(Input material):
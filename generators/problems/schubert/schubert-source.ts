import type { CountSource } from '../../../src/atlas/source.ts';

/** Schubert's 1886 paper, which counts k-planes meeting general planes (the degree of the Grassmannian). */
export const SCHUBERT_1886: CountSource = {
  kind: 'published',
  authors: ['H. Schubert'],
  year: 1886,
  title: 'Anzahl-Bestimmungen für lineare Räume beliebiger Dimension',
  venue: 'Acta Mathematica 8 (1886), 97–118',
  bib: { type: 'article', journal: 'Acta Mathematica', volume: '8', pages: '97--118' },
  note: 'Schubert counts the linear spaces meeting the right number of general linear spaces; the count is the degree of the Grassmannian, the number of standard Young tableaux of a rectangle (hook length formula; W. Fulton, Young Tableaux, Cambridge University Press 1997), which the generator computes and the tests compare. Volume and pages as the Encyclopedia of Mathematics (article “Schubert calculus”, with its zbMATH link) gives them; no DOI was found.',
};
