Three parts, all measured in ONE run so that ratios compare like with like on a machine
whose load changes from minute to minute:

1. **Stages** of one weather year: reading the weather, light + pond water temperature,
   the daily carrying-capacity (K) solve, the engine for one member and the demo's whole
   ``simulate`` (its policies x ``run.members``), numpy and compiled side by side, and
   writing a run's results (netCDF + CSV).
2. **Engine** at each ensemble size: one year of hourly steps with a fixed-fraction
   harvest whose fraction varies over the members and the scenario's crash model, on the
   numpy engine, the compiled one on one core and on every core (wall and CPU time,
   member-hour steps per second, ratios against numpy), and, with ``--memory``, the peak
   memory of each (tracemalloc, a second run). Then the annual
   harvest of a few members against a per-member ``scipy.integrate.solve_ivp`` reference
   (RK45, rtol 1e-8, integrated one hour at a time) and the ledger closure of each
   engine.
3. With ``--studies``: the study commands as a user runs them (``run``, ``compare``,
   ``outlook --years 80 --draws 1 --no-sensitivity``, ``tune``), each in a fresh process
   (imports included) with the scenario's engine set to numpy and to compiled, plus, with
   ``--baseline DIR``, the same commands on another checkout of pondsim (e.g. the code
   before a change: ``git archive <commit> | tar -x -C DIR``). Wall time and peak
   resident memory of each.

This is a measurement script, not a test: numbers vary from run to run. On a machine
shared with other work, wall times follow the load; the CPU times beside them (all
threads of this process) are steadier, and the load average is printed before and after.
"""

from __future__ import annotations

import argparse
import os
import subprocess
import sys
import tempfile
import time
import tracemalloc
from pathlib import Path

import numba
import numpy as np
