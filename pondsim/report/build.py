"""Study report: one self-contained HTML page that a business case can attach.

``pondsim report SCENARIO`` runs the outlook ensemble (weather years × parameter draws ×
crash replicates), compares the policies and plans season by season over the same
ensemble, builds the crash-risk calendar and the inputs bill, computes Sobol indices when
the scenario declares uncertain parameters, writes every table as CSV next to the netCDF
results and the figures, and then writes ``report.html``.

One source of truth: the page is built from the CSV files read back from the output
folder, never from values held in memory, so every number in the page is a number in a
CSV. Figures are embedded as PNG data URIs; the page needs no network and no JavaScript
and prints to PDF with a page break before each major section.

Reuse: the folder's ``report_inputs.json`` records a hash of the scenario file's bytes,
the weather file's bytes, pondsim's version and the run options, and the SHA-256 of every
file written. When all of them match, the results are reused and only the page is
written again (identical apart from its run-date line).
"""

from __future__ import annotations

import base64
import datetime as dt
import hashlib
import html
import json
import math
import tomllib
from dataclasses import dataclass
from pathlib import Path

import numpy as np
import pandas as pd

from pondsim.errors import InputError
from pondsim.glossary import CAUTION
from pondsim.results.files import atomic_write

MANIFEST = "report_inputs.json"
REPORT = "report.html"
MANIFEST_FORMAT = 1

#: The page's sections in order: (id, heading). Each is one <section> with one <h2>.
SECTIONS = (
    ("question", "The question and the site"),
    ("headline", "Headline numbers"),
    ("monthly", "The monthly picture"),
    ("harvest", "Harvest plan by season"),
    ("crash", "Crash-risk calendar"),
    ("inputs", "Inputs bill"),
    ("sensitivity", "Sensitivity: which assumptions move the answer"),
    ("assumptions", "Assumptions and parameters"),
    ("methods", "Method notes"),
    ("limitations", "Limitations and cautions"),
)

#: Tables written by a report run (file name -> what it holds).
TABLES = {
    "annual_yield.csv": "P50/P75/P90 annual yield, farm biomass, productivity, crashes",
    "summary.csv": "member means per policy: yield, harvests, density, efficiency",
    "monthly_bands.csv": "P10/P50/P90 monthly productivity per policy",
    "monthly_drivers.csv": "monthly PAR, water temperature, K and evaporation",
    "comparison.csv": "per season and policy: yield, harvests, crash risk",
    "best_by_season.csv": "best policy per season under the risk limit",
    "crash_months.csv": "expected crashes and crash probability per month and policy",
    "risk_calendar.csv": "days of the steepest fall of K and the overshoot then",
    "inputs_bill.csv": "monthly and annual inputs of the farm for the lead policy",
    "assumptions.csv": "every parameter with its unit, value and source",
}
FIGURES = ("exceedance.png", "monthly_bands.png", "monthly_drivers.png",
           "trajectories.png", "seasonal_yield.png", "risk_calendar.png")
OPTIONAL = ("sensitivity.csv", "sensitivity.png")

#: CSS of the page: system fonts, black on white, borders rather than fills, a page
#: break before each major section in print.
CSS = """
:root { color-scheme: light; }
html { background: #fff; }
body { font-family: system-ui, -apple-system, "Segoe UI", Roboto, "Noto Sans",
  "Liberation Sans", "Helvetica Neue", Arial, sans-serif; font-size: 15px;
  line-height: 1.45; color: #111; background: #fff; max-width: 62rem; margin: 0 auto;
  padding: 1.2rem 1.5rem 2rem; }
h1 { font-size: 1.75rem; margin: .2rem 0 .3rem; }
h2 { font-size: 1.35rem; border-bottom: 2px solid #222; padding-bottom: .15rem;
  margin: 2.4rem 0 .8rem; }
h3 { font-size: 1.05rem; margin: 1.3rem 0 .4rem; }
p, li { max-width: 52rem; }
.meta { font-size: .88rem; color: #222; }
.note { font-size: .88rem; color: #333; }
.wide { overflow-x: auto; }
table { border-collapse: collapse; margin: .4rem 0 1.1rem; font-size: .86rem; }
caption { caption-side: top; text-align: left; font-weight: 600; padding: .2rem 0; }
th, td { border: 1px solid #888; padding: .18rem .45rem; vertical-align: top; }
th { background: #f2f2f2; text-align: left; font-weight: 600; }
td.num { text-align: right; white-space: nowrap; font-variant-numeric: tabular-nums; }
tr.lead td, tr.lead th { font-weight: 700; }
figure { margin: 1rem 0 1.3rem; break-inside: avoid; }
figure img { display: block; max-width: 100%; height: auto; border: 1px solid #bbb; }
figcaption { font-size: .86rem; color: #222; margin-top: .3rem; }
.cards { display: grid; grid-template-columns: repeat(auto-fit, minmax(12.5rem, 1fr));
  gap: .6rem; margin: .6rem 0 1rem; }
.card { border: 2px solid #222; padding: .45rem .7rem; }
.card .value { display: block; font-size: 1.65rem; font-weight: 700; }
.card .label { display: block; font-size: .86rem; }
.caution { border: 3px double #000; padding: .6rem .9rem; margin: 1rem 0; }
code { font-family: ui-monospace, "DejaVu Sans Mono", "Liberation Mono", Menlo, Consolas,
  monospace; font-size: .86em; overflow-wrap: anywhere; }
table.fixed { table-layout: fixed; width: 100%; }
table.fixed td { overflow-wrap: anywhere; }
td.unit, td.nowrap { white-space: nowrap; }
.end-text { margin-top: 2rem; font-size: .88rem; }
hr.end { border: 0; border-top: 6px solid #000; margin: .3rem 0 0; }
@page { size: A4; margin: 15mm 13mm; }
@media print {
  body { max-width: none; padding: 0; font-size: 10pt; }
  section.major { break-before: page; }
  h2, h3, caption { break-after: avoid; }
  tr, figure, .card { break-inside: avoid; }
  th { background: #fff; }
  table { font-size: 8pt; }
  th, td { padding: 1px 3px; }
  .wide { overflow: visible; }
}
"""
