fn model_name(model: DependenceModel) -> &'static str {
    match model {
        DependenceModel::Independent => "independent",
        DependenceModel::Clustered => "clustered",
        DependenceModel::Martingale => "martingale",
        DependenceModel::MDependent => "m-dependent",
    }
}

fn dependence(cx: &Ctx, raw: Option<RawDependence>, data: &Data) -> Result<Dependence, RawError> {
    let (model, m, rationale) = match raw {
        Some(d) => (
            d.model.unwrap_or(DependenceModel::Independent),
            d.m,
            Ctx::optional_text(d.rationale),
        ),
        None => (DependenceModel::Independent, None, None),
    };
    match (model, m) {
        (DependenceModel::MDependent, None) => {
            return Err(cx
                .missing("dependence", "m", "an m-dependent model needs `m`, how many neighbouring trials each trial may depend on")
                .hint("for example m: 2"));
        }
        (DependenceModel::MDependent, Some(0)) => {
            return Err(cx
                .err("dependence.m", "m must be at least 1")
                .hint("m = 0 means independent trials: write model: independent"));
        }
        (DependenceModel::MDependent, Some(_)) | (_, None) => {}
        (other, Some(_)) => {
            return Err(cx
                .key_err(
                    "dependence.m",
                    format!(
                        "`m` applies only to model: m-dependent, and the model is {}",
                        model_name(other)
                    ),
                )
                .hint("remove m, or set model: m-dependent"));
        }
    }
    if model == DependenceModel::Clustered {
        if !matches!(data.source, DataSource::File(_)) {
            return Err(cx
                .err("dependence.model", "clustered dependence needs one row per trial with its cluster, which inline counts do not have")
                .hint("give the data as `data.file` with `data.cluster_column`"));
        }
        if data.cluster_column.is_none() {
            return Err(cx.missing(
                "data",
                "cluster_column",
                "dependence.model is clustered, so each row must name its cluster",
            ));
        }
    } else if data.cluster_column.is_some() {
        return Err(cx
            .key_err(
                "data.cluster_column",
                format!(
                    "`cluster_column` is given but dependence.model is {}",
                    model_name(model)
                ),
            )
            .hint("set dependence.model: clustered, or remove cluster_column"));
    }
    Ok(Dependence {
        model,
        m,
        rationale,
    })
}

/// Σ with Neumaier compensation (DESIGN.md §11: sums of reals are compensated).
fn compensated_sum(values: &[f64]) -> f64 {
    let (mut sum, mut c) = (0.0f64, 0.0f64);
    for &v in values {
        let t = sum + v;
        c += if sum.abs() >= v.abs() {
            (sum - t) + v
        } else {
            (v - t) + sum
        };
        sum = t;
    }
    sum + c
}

(Prompt): Go over the records above and tally each line that includes "monospace". Give the total by itself.

(Task output): 2